The Fuse
Equity futures are slightly lower this morning as traders remain vigilant before the next Fed decision. All eyes are on the Fed this week but after Wednesday we can push past this event and start looking towards end of year bullishness, which is common this time of year.
Interest Rates are moving lower as fixed income investors position for a drop in rates tomorrow. The funds rate is likely to drop, but long term rates are now trading at the higher end of a range, so we could see the 10 yr and 30 yr yields start to move lower. High yield remains robust, fed funds seeing a cut tomorrow but a January cut is still undecided.
Stocks were up slightly in Europe, higher by .2% on the STOXX while FTSE lost .1%. In Japan, the Nikkei climbed the same amount, Hong Kong down sharply off 1.3% while Shanghai down .4%. gold is slightly higher, silver up by 1.7%, crude oil is down modestly. Bund and US 10 yr treasury yields higher, the dollar index flat.
Earnings from Toll Brothers last night were challenging, of course with higher rates that makes sell through of inventory rather difficult. Campbell’s this morning had good earnings but revenue fell, AutoZone had good numbers but missed the bottom line, Ollie’s is down as well on poor guidance.
A wicked selloff from the start of the Monday session was never bought up by the dip buyers, but perhaps today will be a different story. The last Fed meeting of the year gets started today and it could be a contentious one. No doubt the hawks and doves will dig in their heals and present their position, the markets are looking for a cut but maybe some balance in the statement (wait and see).
Poor breadth from the start as the sellers really let go this morning and all day long. Buyers just did not show up yesterday, and that means oscillators are going to head lower. Perhaps traders are worried and concerned over the Fed decision and how the market will respond. We have come to expect volatility along with a fed decision, but this one may be a bit more important than other recent meetings. New highs still with a sizable advantage over the lows.

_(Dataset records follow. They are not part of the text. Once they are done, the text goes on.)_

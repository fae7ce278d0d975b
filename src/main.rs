//! The `framecost` binary: parse the command line, call the library, map errors to exit codes.

fn main() {
    std::process::exit(framecost::cli::main());
}
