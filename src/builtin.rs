//! The built-in workloads, embedded in the binary at build time (`build.rs` lists
//! `workloads/*.yaml`), so `catalog` and `sweep --builtin NAME` need no repository.
//! A built-in is named by its file stem (`key-lookups`), which is also its `name:`.

use crate::plan::Plan;
use crate::spec::SpecErrors;

include!(concat!(env!("OUT_DIR"), "/builtin_workloads.rs"));

/// Names of the built-in workloads (file stems), in name order.
pub fn names() -> Vec<&'static str> {
    BUILTIN.iter().map(|(f, _)| f.trim_end_matches(".yaml")).collect()
}

/// The YAML text of a built-in workload.
pub fn text(name: &str) -> Option<&'static str> {
    BUILTIN.iter().find(|(f, _)| f.trim_end_matches(".yaml") == name).map(|(_, t)| *t)
}

/// The label a built-in carries in messages and results, where a file path would be.
pub fn label(name: &str) -> String {
    format!("builtin:{name}")
}

/// Check and resolve a built-in workload; an unknown name says which exist.
pub fn load(name: &str) -> Result<Plan, String> {
    let Some(text) = text(name) else {
        let hint = crate::spec::suggest::closest(name, names()).map(|s| format!(" (did you mean `{s}`?)")).unwrap_or_default();
        return Err(format!("no built-in workload `{name}`{hint}; `framecost catalog` lists them"));
    };
    crate::spec::load_str(&label(name), text).map_err(|e: SpecErrors| e.to_string())
}

#[cfg(test)]
mod tests {
    #[test]
    fn every_file_of_the_folder_is_embedded_and_loads() {
        let mut on_disk: Vec<String> = std::fs::read_dir(concat!(env!("CARGO_MANIFEST_DIR"), "/workloads"))
            .expect("workloads folder")
            .filter_map(|e| e.ok()?.file_name().into_string().ok())
            .filter(|n| n.ends_with(".yaml"))
            .collect();
        on_disk.sort();
        let embedded: Vec<String> = super::BUILTIN.iter().map(|(f, _)| f.to_string()).collect();
        assert_eq!(on_disk, embedded);
        for n in super::names() {
            let plan = super::load(n).unwrap_or_else(|e| panic!("{n}: {e}"));
            assert_eq!(plan.name, n, "a built-in is named by its file stem");
        }
        let err = super::load("key-lookup").err().expect("an unknown name is refused");
        assert!(err.contains("did you mean `key-lookups`?"), "{err}");
    }
}
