#[cfg(test)]
mod tests {
    use super::*;
    use crate::fit::growth::fit_growth;

    /// Each size's time quartiles (µs) and allocated bytes: `(rows, [q1, median, q3], bytes)`.
    type Measured = [(f64, [f64; 3], f64)];

    fn fits_of(points: &Measured) -> (GrowthFit, GrowthFit) {
        let quartiles: Vec<(f64, [f64; 3])> = points.iter().map(|&(n, q, _)| (n, q)).collect();
        let time = crate::fit::growth::fit_quartiles_us(&quartiles);
        let sizes: Vec<f64> = points.iter().map(|p| p.0).collect();
        let bytes: Vec<f64> = points.iter().map(|p| p.2).collect();
        (time, fit_growth(&sizes, &bytes).unwrap())
    }

    // `workloads/subsets.yaml`'s `deep-copy`, swept on this project's 2-core machine
    // (December 2026): time bends up (slope 1.13 over the largest sizes) while the bytes
    // grow as n exactly.
    const DEEP_COPY: &Measured = &[
        (4000.0, [75.0, 77.1, 79.2], 110984.0),
        (16000.0, [147.0, 149.1, 153.1], 424472.0),
        (64000.0, [427.4, 432.2, 478.3], 1678472.0),
        (256000.0, [3046.8, 3093.2, 3129.6], 6694472.0),
        (1024000.0, [14399.8, 14565.1, 14725.6], 26758472.0),
    ];

    // `workloads/cross-column.yaml`'s `transpose-numeric`, the same sweep: n log n fits
    // best with n² within the alternative's margin (slope 1.24), bytes grow as n.
    const TRANSPOSE: &Measured = &[
        (1000.0, [1019.8, 1084.9, 1137.4], 838106.0),
        (2000.0, [1843.9, 1885.0, 1947.5], 1640538.0),
        (4000.0, [3284.6, 3335.8, 3545.9], 3245402.0),
        (8000.0, [6163.4, 6434.5, 7770.2], 6455130.0),
        (16000.0, [12215.4, 13752.3, 17886.7], 12874586.0),
        (32000.0, [26791.2, 33555.9, 40388.0], 25713498.0),
        (64000.0, [65823.3, 84789.1, 86875.4], 51391322.0),
    ];

    #[test]
    fn a_small_bend_with_linear_bytes_is_read_as_n_or_n_log_n() {
        let (time, bytes) = fits_of(DEEP_COPY);
        assert!(time.best.rank() >= GrowthClass::Quadratic.rank() && time.top_slope < CACHE_BEND_SLOPE, "the case this guards: {:?} {}", time.best, time.top_slope);
        assert_eq!(bytes.best, GrowthClass::Linear);
        let (f, note) = bounded_by_bytes(&time, Some(&bytes), None).expect("re-read");
        assert!(f.best.rank() <= GrowthClass::Linearithmic.rank() && f.alternative.is_none_or(|a| a.rank() <= GrowthClass::Linearithmic.rank()), "{}", f.label());
        assert!(note.contains(&format!("fits best (slope {:.2}", time.top_slope)) && note.contains(&format!("read as {}", f.label())), "{note}");
        // The median comes from the slower class either way; only the pair changed.
        let slower = time.as_class(f.best).unwrap();
        assert_eq!(f.cost_at(4.096e6), slower.cost_at(4.096e6));
        // A bytes slope over fewer sizes counts as counted bytes; no counts at all keep n².
        let (g, _) = bounded_by_bytes(&time, None, Some(1.0)).expect("re-read");
        assert_eq!((g.best, g.alternative), (f.best, f.alternative));
        let (h, _) = bounded_by_bytes(&time, None, None).expect("re-read");
        assert_eq!((h.best, h.alternative), (f.best, Some(time.best)));
    }

    #[test]
    fn a_quadratic_alternative_to_a_small_bend_is_dropped_when_bytes_are_linear() {
        let (time, bytes) = fits_of(TRANSPOSE);
        assert_eq!((time.best, time.alternative), (GrowthClass::Linearithmic, Some(GrowthClass::Quadratic)), "the case this guards (slope {})", time.top_slope);
        assert_eq!(bytes.best, GrowthClass::Linear);
        let (f, note) = bounded_by_bytes(&time, Some(&bytes), None).expect("re-read");
        assert_eq!((f.best, f.alternative), (GrowthClass::Linearithmic, Some(GrowthClass::Linear)));
        assert!(note.starts_with("time: n² fits nearly as well") && note.contains("read as n or n log n"), "{note}");
        // Bytes that grow as fast as the time leave the pair alone, as does no count at all.
        let (quad, _) = fits_of(&TRANSPOSE.iter().map(|&(n, q, _)| (n, q, n * n)).collect::<Vec<_>>());
        assert!(bounded_by_bytes(&time, Some(&quad), None).is_none());
        assert!(bounded_by_bytes(&time, None, None).is_none());
        // A steeper bend (slope 1.3 or more) keeps the n² alternative.
        let mut steep = time.clone();
        steep.top_slope = CACHE_BEND_SLOPE;
        assert!(bounded_by_bytes(&steep, Some(&bytes), None).is_none());
    }

    #[test]
    fn a_cache_step_without_byte_counts_reads_as_n2_or_n3() {
        // A cost that is n² with a cubic part a quarter of it at the largest size (slope
        // about 2.1 over 2k..16k): exactly the shape a table outgrowing the caches gives an
        // n² design (measured: list membership in a Python program, doubling ratios 3.9,
        // 7.1, 4.1, 3.8). With no byte counts to tell them apart it is read as a pair.
        let sizes = [1000.0, 2000.0, 4000.0, 8000.0, 16000.0];
        let ms: Vec<f64> = sizes.iter().map(|n| n * n * (1.0 + n / 48_000.0)).collect();
        let time = fit_growth(&sizes, &ms).unwrap();
        assert_eq!(time.best, GrowthClass::Cubic, "the case this guards");
        assert!(time.top_slope < 2.3, "{}", time.top_slope);
        let (f, note) = bounded_by_bytes(&time, None, None).expect("read as a pair");
        assert_eq!(f.best, GrowthClass::Quadratic);
        assert_eq!(f.alternative, Some(GrowthClass::Cubic));
        assert!(note.contains("no byte counts"), "{note}");
        // A steeper rise (slope 2.9: a real cubic cost) keeps its class.
        let cubic: Vec<f64> = sizes.iter().map(|n| 1e-3 * n * n * n).collect();
        let time = fit_growth(&sizes, &cubic).unwrap();
        assert_eq!(time.best, GrowthClass::Cubic);
        assert!(bounded_by_bytes(&time, None, None).is_none());
    }
}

Lower turnover is not uncommon during this month and especially in front of a fed meeting and some important data. After this fed meeting expect even lower turnover in the days ahead, until perhaps later in the month when funds start to re-balance and re-allocate funds from fixed income to equities and vice versa. We often see large ‘orders to buy’ that last for days.
If the market is ready to correct and test lower levels, now is the time for it to happen. We have not seen too many down sessions since before Thanksgiving, as the indices have pulled further away from the moving averages. Some sideways work would be fine to let the moving average catch up to the current price. However, expect some volatility and then a release after the fed decision.
The Internals
What’s it mean?
Another crappy day for the internals. VOLD slid more as did the ADD, the TICKS were super red all day, reflecting a large amount of sell programs. VIX was up, not unusual in front of a fed meeting, while put/call did move lower. It’s wait and see mode for the indices here, can the internals improve without market participation to the upside? Not likely, but the tail is wagging the dog here.
The Dynamite
Earnings this week:
- Tuesday:CPB, SAIL, AZO, ASO, OLLI, KFY, FERG, GME, CBRL, CASY, PLAY
- Wednesday:CHWY, PLAB, REVG, DAKT, ORCL, ADBE, PL, ASYS,NDSN, SNPS
- Thursday:CIEN, LOVE, MANU, VRA, AVGO, LULU, COST, RH, QX
- Friday:JCI
Economic Data:
- Tuesday:JOLTS, NFIB optimism
- Wednesday:Fed decision, press conference, employment cost index
- Thursday:jobless claims, trade deficit
- Friday:wholesale inventories, Fed speak
Fed Watch:
The big meeting all have been waiting for is finally here, the last Fed conference of the year. Fed futures are expecting a rate cut on Wednesday and in all likelihood that will happen, but it’s the statement and the press conference that will be even more important. Further, economic projections will be out, the latest views of where policy, gdp, inflation and unemployment will be down the road.
Stocks to Watch
Volatility – The VIX shows high complacency right now, the market is ripe for a rip lower. Volume trends are good, dip buyers may be active again on the next move down.
Oracle – Earnings this week from this mega tech name, many have been watching this one closely after a monster move up in September. The stock has now lost most of that move and momentum seems to be building to the downside.
Retail – Strong retail numbers from a few companies lately has the bulls optimistic about this group. However, few and far between, we’ll hear from lululemon and a few other retail-related names this week to see how the consumer is doing.